• [Aim of the exercise] Write out, from the entries below, exactly the lines that run between the lines holding "every judged element" and "const std::string& id);", inclusive, and stop there.

• [Records from a dataset]
<<<<
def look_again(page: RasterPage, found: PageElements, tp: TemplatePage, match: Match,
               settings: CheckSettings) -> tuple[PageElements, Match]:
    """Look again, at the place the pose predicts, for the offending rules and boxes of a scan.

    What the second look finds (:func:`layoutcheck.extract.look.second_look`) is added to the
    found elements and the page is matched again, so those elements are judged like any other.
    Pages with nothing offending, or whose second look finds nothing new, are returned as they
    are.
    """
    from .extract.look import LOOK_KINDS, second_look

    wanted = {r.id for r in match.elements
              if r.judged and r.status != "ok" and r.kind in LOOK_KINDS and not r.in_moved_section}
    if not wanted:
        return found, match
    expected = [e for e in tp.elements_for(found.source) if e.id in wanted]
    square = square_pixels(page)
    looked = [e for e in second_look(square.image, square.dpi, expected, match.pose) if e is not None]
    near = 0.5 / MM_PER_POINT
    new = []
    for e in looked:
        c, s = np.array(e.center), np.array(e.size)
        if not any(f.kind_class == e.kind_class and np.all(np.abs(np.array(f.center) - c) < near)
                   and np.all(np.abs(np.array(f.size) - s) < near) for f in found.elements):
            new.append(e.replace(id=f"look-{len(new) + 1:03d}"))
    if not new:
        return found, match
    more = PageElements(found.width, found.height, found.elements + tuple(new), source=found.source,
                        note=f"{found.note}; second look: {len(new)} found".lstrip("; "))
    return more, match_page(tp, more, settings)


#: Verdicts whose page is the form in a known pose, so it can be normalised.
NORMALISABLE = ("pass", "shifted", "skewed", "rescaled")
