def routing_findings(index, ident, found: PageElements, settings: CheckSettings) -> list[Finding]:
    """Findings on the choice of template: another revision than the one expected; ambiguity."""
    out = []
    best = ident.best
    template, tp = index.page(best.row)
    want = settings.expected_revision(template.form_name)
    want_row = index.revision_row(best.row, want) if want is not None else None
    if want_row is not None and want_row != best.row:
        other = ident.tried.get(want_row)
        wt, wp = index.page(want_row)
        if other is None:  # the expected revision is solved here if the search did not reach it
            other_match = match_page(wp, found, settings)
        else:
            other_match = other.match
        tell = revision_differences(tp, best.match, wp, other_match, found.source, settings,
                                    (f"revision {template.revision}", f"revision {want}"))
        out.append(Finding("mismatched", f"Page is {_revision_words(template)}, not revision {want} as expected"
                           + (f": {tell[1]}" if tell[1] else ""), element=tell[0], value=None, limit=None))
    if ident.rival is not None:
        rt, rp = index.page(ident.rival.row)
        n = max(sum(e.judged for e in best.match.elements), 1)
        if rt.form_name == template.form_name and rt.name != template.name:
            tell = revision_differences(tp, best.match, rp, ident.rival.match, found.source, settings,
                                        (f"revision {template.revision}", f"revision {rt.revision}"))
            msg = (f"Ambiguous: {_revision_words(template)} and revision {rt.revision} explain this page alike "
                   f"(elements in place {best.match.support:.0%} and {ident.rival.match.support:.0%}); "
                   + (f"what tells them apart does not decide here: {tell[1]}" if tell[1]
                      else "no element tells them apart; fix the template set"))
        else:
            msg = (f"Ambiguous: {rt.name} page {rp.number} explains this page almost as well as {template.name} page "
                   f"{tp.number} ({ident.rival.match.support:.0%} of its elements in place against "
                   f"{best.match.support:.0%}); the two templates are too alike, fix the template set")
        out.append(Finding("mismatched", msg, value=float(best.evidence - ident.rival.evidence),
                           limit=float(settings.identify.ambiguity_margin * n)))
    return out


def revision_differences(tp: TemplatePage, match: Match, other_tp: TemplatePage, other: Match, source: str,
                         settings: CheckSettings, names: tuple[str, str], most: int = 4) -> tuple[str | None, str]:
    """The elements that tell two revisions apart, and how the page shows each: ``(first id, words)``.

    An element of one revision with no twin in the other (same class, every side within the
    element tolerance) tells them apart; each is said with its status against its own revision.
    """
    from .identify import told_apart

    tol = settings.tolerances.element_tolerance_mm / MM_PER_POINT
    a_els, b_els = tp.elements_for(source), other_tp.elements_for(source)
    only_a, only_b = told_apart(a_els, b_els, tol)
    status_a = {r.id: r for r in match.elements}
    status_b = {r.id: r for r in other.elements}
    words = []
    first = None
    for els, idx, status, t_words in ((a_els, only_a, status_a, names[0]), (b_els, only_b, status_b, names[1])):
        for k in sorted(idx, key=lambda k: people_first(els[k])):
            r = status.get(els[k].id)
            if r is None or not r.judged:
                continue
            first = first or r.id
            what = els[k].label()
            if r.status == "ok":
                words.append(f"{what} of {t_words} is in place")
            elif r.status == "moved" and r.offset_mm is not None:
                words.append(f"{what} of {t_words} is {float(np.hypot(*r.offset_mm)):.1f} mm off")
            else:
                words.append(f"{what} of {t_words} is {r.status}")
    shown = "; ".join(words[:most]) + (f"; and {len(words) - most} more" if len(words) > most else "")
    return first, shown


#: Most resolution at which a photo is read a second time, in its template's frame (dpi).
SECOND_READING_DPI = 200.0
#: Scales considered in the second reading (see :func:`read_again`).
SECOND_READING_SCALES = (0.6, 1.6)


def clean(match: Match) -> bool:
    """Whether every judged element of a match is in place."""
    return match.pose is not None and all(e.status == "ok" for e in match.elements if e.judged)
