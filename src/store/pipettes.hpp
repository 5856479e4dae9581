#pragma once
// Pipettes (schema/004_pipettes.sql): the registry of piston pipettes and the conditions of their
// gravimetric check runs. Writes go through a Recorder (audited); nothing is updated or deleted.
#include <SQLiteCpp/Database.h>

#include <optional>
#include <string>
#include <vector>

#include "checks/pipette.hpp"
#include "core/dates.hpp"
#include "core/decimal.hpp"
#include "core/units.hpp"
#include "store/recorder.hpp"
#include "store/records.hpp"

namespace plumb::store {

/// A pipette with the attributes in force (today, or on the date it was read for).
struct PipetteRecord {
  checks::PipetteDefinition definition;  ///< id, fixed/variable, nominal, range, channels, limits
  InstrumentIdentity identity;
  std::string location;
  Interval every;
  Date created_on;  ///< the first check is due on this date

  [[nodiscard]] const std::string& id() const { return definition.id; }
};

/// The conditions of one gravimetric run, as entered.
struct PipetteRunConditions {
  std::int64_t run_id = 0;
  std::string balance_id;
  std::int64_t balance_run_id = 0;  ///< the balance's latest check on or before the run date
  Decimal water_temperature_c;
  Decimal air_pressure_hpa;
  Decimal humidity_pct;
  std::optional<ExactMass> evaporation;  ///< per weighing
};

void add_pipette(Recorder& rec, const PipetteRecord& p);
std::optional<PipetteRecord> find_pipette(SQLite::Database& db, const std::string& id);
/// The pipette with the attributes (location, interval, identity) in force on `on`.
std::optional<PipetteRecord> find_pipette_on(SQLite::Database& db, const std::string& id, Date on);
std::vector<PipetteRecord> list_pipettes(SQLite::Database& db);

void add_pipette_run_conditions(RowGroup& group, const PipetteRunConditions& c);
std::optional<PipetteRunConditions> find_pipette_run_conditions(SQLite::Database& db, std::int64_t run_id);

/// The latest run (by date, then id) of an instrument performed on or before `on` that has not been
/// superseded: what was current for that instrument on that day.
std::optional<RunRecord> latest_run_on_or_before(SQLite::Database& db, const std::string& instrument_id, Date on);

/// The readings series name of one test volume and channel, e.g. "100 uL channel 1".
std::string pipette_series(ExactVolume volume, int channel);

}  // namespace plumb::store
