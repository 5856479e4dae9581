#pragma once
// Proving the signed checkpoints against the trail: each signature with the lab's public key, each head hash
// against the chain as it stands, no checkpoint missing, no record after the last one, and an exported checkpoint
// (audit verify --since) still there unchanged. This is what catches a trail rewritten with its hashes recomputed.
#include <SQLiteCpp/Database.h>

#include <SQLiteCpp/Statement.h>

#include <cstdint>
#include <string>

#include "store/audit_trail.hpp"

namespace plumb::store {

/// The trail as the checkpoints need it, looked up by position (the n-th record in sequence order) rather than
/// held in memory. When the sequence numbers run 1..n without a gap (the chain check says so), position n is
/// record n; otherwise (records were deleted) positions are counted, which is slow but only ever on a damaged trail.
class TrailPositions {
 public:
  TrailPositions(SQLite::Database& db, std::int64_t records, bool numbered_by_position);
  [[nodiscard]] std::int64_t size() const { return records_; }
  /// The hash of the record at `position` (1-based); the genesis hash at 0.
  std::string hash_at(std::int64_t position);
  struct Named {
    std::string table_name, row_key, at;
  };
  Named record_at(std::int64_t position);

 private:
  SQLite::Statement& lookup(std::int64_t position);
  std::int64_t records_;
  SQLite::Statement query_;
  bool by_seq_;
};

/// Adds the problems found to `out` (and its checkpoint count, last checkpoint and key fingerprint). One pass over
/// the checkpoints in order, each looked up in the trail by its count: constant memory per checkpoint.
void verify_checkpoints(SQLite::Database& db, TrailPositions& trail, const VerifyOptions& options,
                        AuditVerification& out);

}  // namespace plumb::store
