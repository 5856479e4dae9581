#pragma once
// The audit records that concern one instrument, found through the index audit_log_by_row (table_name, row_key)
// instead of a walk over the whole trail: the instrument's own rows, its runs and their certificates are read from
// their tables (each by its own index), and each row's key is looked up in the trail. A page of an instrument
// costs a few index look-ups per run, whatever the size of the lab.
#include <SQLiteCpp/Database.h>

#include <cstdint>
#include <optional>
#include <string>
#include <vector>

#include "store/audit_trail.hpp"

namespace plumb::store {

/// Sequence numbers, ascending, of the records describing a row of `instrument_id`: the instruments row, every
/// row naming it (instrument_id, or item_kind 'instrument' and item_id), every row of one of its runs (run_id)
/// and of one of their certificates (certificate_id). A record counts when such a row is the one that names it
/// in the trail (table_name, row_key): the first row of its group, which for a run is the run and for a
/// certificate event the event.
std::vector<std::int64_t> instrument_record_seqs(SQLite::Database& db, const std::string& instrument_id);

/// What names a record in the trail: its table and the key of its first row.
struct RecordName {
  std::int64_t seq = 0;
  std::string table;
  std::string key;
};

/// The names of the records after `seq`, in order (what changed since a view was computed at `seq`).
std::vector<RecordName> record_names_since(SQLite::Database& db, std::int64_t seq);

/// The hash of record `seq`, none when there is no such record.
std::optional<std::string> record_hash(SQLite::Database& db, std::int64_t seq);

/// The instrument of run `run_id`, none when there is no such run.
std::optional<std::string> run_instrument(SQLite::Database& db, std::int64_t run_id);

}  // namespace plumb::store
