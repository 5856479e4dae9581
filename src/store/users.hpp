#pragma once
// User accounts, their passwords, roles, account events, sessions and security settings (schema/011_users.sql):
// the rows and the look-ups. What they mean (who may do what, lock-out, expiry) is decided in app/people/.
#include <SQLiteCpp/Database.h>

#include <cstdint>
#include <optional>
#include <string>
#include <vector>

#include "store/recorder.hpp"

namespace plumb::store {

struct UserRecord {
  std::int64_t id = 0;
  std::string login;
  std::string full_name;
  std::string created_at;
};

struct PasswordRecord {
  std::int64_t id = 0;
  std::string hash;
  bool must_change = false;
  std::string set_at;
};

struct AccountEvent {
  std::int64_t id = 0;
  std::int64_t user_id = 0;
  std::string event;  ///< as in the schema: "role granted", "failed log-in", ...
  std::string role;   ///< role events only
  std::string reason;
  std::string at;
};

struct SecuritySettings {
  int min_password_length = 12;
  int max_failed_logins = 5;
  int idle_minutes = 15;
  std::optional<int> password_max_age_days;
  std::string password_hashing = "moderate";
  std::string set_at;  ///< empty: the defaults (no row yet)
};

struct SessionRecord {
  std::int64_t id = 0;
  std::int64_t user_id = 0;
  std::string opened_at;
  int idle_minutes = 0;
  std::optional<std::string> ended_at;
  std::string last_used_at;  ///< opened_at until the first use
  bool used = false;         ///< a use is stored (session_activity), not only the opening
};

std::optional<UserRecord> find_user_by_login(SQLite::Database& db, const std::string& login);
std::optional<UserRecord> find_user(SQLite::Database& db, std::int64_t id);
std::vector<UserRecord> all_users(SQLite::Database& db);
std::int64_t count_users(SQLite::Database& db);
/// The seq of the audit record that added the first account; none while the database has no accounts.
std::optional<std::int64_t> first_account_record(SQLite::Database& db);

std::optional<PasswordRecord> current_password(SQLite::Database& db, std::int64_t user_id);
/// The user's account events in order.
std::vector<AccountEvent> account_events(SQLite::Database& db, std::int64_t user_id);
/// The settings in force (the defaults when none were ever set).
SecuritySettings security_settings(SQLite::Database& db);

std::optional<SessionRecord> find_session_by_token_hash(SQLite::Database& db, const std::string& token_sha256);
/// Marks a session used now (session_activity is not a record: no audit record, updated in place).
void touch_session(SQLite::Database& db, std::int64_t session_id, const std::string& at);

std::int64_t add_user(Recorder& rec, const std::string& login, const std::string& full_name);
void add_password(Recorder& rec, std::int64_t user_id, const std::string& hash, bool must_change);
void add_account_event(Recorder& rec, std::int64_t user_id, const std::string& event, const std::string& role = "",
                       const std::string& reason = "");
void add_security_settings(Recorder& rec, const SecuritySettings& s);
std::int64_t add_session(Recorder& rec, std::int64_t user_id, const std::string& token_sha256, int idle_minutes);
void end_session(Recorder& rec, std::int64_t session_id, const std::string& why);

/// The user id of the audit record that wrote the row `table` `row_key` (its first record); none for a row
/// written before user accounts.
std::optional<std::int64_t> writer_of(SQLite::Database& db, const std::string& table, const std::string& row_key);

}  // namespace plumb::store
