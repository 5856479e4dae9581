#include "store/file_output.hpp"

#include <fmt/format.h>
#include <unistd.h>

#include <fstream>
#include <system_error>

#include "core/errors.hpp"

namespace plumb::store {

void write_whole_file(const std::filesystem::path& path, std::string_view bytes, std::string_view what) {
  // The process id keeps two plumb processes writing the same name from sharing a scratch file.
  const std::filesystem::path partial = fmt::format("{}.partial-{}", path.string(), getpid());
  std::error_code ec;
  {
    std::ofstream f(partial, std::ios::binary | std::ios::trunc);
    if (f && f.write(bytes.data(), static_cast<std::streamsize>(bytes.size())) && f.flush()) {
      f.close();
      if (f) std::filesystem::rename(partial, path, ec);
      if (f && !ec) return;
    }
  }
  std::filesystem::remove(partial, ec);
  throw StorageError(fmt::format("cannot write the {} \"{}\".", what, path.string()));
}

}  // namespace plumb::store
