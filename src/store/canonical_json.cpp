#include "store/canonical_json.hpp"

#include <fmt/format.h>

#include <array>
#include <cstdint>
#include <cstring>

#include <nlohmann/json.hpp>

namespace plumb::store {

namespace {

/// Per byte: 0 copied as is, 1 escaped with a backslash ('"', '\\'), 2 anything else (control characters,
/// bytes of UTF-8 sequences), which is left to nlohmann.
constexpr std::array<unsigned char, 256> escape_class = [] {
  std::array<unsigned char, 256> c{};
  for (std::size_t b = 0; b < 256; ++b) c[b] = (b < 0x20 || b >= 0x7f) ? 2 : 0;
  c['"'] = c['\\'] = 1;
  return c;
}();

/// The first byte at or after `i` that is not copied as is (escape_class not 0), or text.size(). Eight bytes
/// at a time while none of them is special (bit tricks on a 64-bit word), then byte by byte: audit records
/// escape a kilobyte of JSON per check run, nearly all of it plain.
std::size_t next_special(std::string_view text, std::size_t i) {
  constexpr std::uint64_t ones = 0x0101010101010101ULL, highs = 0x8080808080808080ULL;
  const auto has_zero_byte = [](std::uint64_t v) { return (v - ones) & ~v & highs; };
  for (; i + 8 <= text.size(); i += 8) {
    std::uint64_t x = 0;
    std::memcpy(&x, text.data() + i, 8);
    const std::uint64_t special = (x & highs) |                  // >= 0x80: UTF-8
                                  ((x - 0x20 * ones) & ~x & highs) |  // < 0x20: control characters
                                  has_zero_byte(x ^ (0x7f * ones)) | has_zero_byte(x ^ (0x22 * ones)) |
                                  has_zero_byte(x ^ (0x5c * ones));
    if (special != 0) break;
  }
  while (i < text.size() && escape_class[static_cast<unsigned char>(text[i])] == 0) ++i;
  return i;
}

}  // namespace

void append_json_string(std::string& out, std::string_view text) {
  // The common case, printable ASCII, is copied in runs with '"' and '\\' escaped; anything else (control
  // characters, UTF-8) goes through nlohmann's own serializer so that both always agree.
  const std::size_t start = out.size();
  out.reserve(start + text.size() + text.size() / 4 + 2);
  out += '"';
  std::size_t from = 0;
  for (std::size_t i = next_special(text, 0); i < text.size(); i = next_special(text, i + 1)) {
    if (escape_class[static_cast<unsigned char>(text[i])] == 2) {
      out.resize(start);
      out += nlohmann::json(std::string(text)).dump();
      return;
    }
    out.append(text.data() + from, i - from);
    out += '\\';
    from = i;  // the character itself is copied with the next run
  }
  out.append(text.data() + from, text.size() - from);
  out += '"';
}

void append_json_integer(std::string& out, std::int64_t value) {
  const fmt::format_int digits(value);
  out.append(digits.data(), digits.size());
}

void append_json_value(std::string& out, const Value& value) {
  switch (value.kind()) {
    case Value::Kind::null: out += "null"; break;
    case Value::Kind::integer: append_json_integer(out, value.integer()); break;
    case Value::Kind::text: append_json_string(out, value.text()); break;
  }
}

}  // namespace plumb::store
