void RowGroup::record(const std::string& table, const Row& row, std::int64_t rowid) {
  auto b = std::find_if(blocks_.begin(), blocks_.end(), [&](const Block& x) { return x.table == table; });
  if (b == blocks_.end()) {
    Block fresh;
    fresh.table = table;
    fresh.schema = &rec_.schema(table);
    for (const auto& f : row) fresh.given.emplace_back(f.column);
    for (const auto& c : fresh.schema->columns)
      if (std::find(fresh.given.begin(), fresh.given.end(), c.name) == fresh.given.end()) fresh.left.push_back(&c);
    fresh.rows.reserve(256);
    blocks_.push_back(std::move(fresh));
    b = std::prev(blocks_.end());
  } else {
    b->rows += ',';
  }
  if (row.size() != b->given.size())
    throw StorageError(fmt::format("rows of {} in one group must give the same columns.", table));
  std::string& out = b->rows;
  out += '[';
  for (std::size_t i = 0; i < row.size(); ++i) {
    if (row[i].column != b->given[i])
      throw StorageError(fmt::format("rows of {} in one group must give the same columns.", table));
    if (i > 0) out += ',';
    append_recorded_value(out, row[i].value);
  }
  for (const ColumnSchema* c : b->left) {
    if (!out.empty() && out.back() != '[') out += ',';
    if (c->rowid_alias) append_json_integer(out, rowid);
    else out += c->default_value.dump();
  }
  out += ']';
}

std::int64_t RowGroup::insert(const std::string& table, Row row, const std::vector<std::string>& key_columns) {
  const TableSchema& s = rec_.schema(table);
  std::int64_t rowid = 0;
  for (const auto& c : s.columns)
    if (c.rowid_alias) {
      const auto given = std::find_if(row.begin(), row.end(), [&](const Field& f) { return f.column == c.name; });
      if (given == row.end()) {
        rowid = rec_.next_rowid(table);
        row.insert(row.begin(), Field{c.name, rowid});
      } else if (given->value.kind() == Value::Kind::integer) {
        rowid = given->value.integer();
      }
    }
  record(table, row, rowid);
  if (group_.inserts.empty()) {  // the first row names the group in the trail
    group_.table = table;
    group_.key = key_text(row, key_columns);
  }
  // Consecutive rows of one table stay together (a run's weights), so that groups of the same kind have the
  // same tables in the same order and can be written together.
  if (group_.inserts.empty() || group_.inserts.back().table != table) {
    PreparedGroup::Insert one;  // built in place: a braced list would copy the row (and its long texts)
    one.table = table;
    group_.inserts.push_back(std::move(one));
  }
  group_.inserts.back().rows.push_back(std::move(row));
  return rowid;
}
>>>>
• [Answer to this task]
    """Whether every judged element of a match is in place."""
    return match.pose is not None and all(e.status == "ok" for e in match.elements if e.judged)
filename src/store/pipettes.hpp
repository 5856479e4dae9581
#pragma once
// Pipettes (schema/004_pipettes.sql): the registry of piston pipettes and the conditions of their
// gravimetric check runs. Writes go through a Recorder (audited); nothing is updated or deleted.
#include <SQLiteCpp/Database.h>

#include <optional>
#include <string>
#include <vector>

#include "checks/pipette.hpp"
#include "core/dates.hpp"
#include "core/decimal.hpp"
#include "core/units.hpp"
#include "store/recorder.hpp"
#include "store/records.hpp"

namespace plumb::store {

/// A pipette with the attributes in force (today, or on the date it was read for).
struct PipetteRecord {
  checks::PipetteDefinition definition;  ///< id, fixed/variable, nominal, range, channels, limits
  InstrumentIdentity identity;
  std::string location;
  Interval every;
  Date created_on;  ///< the first check is due on this date

  [[nodiscard]] const std::string& id() const { return definition.id; }
};

/// The conditions of one gravimetric run, as entered.
struct PipetteRunConditions {
  std::int64_t run_id = 0;
  std::string balance_id;
  std::int64_t balance_run_id = 0;  ///< the balance's latest check on or before the run date
  Decimal water_temperature_c;
  Decimal air_pressure_hpa;
  Decimal humidity_pct;
  std::optional<ExactMass> evaporation;  ///< per weighing
};

void add_pipette(Recorder& rec, const PipetteRecord& p);
std::optional<PipetteRecord> find_pipette(SQLite::Database& db, const std::string& id);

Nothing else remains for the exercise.